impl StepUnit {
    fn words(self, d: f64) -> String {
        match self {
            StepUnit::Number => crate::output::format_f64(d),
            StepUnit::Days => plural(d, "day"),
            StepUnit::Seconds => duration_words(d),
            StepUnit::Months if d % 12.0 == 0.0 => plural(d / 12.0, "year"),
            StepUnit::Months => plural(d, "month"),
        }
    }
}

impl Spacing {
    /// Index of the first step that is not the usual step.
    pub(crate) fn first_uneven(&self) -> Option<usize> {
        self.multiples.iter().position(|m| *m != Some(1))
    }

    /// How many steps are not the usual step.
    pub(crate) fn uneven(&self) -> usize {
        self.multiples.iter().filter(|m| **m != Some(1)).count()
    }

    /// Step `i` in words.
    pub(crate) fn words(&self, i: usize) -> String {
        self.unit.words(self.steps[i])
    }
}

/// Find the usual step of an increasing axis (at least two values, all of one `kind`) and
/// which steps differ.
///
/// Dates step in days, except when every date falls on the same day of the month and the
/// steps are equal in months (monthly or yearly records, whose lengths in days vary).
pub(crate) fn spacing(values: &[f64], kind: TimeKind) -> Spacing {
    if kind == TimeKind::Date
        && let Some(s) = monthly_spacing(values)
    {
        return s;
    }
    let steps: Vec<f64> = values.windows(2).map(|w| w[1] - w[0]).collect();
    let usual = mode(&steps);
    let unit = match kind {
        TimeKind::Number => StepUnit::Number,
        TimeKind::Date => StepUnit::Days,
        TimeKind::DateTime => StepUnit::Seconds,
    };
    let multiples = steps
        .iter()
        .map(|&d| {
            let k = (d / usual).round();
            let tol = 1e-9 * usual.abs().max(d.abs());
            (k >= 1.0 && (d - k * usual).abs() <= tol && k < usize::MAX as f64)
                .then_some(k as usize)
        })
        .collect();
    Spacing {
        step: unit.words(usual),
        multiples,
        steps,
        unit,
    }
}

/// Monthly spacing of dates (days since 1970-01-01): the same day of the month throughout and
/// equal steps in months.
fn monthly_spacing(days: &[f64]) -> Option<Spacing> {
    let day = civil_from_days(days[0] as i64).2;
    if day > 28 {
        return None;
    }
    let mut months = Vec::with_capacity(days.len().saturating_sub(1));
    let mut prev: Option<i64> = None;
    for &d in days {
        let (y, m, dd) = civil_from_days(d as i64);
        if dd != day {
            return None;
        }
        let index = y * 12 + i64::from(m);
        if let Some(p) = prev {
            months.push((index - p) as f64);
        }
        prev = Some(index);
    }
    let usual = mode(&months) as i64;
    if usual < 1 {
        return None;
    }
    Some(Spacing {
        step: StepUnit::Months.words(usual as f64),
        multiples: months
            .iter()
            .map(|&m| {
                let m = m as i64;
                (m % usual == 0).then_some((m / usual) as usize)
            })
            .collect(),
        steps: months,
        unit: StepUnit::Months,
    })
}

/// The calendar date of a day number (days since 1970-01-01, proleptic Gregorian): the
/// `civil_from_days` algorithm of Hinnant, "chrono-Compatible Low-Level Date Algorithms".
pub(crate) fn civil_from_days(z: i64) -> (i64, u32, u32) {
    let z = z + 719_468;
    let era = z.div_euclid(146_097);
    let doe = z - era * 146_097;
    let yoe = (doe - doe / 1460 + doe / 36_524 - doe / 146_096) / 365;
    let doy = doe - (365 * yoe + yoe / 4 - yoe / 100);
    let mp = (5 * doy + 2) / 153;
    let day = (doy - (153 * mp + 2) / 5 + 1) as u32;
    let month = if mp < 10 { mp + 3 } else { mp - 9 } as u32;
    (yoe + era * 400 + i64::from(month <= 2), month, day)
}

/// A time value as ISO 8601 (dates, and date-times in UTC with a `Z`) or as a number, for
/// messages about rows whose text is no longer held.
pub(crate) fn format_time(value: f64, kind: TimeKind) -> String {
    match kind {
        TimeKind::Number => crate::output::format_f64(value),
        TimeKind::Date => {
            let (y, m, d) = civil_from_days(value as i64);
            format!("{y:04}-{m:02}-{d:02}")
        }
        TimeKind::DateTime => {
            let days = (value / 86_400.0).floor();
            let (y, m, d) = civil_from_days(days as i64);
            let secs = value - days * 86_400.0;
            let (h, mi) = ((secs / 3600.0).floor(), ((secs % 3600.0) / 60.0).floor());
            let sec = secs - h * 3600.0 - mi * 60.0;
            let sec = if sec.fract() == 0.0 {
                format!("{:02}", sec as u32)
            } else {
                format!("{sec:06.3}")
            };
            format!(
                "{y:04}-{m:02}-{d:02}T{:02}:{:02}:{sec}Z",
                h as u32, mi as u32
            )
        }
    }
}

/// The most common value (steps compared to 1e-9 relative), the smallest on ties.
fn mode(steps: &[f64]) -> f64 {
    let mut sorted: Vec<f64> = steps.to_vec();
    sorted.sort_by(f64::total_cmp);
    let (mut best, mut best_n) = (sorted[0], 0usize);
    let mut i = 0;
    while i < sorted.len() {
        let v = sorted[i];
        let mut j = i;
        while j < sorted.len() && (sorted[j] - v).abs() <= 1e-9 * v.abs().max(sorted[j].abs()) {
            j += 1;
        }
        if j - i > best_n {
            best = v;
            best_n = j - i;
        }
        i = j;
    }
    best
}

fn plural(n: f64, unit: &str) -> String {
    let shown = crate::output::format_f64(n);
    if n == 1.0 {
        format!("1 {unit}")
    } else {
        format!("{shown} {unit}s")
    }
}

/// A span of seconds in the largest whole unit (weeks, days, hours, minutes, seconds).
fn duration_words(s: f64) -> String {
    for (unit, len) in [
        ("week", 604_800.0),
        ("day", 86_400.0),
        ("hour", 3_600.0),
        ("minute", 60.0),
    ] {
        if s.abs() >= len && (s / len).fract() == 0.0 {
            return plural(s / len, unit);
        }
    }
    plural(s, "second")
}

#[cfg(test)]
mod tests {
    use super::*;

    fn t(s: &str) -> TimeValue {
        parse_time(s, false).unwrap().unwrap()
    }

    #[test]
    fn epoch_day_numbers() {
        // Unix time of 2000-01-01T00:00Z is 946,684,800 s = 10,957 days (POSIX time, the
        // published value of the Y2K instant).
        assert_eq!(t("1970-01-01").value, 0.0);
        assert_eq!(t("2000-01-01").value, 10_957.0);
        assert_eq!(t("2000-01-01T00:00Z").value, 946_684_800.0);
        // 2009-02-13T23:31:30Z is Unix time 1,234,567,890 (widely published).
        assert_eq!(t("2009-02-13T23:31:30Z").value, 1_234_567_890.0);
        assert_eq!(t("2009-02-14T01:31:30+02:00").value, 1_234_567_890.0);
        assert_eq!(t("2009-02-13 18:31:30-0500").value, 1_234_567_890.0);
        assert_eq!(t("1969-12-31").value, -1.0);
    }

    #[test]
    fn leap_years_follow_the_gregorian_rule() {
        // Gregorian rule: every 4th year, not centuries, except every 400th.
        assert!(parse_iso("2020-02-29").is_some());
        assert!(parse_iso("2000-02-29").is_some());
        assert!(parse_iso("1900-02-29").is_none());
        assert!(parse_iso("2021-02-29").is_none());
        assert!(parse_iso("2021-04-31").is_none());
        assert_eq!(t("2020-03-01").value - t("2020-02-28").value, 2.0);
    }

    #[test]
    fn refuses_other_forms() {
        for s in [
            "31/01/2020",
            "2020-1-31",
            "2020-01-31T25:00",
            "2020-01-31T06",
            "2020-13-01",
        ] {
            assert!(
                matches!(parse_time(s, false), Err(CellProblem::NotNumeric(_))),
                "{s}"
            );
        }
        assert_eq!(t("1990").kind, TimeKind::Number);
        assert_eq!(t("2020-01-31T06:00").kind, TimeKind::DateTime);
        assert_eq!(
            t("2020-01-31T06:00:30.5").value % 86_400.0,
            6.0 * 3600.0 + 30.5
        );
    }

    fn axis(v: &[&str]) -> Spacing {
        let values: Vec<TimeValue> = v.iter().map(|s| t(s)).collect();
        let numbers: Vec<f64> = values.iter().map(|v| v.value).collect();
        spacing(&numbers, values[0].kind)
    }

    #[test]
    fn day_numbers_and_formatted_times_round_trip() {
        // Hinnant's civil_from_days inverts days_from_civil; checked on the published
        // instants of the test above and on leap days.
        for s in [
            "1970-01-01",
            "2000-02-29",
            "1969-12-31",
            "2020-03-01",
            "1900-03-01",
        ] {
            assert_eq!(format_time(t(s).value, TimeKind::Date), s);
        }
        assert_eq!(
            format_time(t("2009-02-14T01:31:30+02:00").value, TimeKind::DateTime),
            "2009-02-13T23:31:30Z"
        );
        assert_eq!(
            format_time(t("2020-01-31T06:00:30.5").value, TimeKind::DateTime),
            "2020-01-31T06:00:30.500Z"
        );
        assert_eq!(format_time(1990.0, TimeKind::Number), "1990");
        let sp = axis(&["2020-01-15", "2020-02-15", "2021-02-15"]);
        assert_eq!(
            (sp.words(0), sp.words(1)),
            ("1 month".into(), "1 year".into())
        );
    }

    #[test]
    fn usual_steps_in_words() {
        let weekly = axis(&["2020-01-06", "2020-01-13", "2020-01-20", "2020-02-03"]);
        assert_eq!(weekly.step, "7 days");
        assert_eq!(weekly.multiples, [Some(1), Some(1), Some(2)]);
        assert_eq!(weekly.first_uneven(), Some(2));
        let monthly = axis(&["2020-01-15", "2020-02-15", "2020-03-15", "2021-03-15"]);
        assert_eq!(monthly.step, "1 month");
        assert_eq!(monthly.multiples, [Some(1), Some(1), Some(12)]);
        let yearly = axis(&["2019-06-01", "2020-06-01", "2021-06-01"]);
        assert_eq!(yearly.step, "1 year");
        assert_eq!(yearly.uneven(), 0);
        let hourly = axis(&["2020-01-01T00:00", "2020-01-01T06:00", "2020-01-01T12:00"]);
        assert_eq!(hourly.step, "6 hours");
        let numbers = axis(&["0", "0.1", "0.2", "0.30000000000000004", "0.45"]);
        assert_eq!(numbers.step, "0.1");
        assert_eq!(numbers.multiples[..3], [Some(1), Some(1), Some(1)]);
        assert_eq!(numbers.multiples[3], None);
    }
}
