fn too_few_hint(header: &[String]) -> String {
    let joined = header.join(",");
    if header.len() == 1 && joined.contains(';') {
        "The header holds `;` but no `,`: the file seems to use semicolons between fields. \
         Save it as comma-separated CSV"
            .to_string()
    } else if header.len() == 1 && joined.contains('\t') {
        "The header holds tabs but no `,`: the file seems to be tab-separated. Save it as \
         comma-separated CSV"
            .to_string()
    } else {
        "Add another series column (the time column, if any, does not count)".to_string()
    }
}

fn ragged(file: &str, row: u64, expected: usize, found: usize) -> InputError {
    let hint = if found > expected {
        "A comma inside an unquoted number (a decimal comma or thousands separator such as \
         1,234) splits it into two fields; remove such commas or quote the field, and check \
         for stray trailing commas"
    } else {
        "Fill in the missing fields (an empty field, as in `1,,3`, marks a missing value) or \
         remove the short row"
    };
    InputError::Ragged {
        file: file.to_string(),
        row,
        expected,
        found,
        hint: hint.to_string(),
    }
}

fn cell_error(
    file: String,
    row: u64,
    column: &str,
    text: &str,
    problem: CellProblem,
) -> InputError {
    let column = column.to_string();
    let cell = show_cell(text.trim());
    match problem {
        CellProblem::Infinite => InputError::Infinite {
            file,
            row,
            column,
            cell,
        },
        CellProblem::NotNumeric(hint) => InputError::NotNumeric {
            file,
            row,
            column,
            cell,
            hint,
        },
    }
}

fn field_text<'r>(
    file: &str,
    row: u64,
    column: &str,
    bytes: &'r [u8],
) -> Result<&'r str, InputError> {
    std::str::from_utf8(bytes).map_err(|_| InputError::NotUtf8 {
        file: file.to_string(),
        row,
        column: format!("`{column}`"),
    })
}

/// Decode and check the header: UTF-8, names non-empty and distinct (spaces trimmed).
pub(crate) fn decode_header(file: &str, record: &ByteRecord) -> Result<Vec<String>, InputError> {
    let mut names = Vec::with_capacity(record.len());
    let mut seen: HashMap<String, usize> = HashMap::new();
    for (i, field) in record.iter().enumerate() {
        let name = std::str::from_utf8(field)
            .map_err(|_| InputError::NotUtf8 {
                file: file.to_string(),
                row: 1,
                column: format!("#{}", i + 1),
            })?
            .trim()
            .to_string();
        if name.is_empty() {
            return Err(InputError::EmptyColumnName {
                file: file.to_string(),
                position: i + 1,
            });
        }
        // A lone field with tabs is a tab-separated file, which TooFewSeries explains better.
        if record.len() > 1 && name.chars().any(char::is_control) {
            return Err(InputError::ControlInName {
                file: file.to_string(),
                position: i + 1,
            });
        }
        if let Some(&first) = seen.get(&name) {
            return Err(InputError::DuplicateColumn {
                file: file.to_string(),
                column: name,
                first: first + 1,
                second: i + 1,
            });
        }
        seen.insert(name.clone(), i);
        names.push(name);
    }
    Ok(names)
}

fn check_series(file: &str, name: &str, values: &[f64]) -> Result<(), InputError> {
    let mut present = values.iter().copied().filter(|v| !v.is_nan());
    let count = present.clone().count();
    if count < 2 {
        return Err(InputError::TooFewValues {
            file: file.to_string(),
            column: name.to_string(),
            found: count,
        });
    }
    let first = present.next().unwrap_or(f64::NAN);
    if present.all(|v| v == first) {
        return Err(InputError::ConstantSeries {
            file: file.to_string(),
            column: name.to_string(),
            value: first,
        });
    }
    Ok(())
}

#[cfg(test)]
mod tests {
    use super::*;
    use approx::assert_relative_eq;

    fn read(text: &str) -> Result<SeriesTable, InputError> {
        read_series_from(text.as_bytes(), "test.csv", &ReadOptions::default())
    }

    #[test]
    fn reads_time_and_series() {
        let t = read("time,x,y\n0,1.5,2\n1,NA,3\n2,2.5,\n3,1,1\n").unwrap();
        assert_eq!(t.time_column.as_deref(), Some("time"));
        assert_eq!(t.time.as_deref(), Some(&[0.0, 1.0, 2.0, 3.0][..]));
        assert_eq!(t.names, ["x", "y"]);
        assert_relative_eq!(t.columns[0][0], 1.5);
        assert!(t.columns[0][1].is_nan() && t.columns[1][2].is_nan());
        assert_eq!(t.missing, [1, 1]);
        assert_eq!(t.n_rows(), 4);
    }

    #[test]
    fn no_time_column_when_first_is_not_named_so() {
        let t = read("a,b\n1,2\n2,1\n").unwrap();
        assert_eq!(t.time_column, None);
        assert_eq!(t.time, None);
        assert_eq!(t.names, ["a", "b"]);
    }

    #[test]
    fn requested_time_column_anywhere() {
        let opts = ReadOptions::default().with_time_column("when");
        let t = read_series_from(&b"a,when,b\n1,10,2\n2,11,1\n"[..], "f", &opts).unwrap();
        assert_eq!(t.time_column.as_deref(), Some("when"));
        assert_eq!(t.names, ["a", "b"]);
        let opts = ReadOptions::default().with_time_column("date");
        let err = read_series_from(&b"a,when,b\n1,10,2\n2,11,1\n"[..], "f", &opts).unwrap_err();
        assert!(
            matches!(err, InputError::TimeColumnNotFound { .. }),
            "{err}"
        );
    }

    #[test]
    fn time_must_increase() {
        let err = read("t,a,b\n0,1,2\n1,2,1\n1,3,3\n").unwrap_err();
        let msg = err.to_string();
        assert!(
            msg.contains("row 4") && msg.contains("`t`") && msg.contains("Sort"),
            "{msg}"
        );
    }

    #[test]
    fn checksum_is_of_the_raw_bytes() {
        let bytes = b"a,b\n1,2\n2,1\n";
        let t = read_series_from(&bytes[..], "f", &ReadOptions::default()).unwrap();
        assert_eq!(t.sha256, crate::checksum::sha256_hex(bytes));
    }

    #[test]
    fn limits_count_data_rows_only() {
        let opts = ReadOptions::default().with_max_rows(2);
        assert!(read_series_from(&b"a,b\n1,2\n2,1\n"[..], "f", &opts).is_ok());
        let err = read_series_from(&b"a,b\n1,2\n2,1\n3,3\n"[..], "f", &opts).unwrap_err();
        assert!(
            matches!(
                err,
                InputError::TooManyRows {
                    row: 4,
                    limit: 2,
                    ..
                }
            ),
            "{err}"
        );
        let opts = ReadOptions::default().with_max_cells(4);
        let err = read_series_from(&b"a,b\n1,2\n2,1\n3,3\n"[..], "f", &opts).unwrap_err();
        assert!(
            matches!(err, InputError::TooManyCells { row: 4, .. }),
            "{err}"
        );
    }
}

+++++

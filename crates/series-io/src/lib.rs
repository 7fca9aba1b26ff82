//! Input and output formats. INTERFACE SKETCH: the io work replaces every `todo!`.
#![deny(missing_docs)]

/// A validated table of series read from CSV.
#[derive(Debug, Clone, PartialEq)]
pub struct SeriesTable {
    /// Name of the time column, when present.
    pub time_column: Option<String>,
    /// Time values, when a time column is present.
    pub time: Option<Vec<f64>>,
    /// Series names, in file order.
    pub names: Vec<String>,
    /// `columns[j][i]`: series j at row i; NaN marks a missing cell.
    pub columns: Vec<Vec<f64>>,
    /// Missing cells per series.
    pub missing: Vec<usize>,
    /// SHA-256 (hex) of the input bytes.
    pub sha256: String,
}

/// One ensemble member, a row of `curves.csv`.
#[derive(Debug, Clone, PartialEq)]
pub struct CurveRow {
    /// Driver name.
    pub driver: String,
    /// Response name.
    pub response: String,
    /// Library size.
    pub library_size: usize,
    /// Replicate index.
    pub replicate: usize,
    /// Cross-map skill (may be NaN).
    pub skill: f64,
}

+++++

# Exercise goal
Where the string "iter" occurs in a line of the listing, copy the line.

# Response for this exercise
        self.multiples.iter().position(|m| *m != Some(1))
        self.multiples.iter().filter(|m| **m != Some(1)).count()
        .iter()
            .iter()
        let values: Vec<TimeValue> = v.iter().map(|s| t(s)).collect();
        let numbers: Vec<f64> = values.iter().map(|v| v.value).collect();
    for (i, field) in record.iter().enumerate() {
    let mut present = values.iter().copied().filter(|v| !v.is_nan());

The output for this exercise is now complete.